**** SUPPLIED RECORDS

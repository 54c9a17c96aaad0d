/**
 * What the screen says about the API's issues: one reader's sentence per
 * problem, with readable paths ("shaft "input", segment 2, length") instead of
 * JSON pointers, and the shafts free to spin said once.
 */
import type { ModelIssue } from '../../shared-types/errors.js';
import { type EditModel, describePointer, issuesByPointer } from './model-edits.js';

/** The shafts an issue list names as free to spin. */
export function freeShafts(issues: readonly ModelIssue[]): string[] {
  return issues.filter((i) => i.code === 'SN_MECHANISM').flatMap((i) => i.shafts ?? []);
}

/** One sentence for shafts free to spin: "Shafts output, tail are free to spin: …". */
export function mechanismText(shafts: readonly string[]): string {
  const many = shafts.length > 1;
  return `${many ? 'Shafts' : 'Shaft'} ${shafts.join(', ')} ${many ? 'are' : 'is'} free to spin: add a fixed or spring support on ${
    many ? 'them' : 'it'
  }, or connect ${many ? 'them' : 'it'} to a supported shaft.`;
}

/** One issue as a reader's line: "shaft "input", segment 1, length: must be …". */
export function issueLine(model: EditModel | null, issue: ModelIssue): string {
  if (issue.code === 'SN_MECHANISM') return mechanismText(issue.shafts ?? []);
  return `${describePointer(model, issue.pointer)}: ${issue.message}`;
}

/**
 * The banner's reason for "not solved": the first problem in readable form and
 * how many more the list holds; `fallback` (the API's message) when there are no issues.
 */
export function bannerReason(model: EditModel | null, issues: readonly ModelIssue[], fallback: string): string {
  if (issues.length === 0) return fallback;
  const free = freeShafts(issues);
  // The list above says what to do about shafts free to spin; the banner only names them.
  const first =
    issues[0].code === 'SN_MECHANISM'
      ? `${free.length > 1 ? 'shafts' : 'shaft'} ${free.join(', ')} ${free.length > 1 ? 'are' : 'is'} free to spin (see above)`
      : issueLine(model, issues[0]).replace(/\.$/, '');
  const more = issues.filter((i) => i.code !== 'SN_MECHANISM').length - (issues[0].code === 'SN_MECHANISM' ? 0 : 1);
  return more > 0 ? `${first} (and ${more} more, listed above)` : first;
}

/** What the editor and the schematic mark for a list of issues. */
export interface IssueMarks {
  /** Messages by field (or row) pointer, several joined. */
  readonly messages: Readonly<Record<string, string>>;
  /** Row pointers of the shafts free to spin ("/shafts/2"). */
  readonly rows: readonly string[];
  /** Ids of the shafts free to spin. */
  readonly shafts: readonly string[];
}

/**
 * The marks of an issue list: each issue's message at its pointer, a note on
 * the row of every shaft free to spin, and a loop's message on the rows of the
 * gear meshes and couplings it names.
 */
export function issueMarks(model: EditModel | null, issues: readonly ModelIssue[]): IssueMarks {
  const messages = issuesByPointer(issues.filter((i) => i.code !== 'SN_MECHANISM'));
  const shafts = freeShafts(issues);
  const rows = (model?.shafts ?? []).flatMap((s, i) => (shafts.includes(s.id) ? [`/shafts/${i}`] : []));
  for (const p of rows) messages[p] = 'Free to spin: add a fixed or spring support on this shaft or on one it drives.';
  for (const i of issues) {
    for (const c of i.connections ?? []) {
      const g = (model?.gearMeshes ?? []).findIndex((x) => x.id === c);
      const k = (model?.couplings ?? []).findIndex((x) => x.id === c);
      const p = g >= 0 ? `/gearMeshes/${g}` : k >= 0 ? `/couplings/${k}` : '';
      if (p && !messages[p]) messages[p] = i.message;
    }
  }
  return { messages, rows, shafts };
}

********

- TASK DETAILS: From the data above, return every line from the line that has "export function issueLine(model: EditModel" up to and including the line that has "const more = issues.filter((i)", exactly.

- ANSWER BELOW:
export function issueLine(model: EditModel | null, issue: ModelIssue): string {
  if (issue.code === 'SN_MECHANISM') return mechanismText(issue.shafts ?? []);
  return `${describePointer(model, issue.pointer)}: ${issue.message}`;
}

/**
 * The banner's reason for "not solved": the first problem in readable form and
 * how many more the list holds; `fallback` (the API's message) when there are no issues.
 */
export function bannerReason(model: EditModel | null, issues: readonly ModelIssue[], fallback: string): string {
  if (issues.length === 0) return fallback;
  const free = freeShafts(issues);
  // The list above says what to do about shafts free to spin; the banner only names them.
  const first =
    issues[0].code === 'SN_MECHANISM'
      ? `${free.length > 1 ? 'shafts' : 'shaft'} ${free.join(', ')} ${free.length > 1 ? 'are' : 'is'} free to spin (see above)`
      : issueLine(model, issues[0]).replace(/\.$/, '');
  const more = issues.filter((i) => i.code !== 'SN_MECHANISM').length - (issues[0].code === 'SN_MECHANISM' ? 0 : 1);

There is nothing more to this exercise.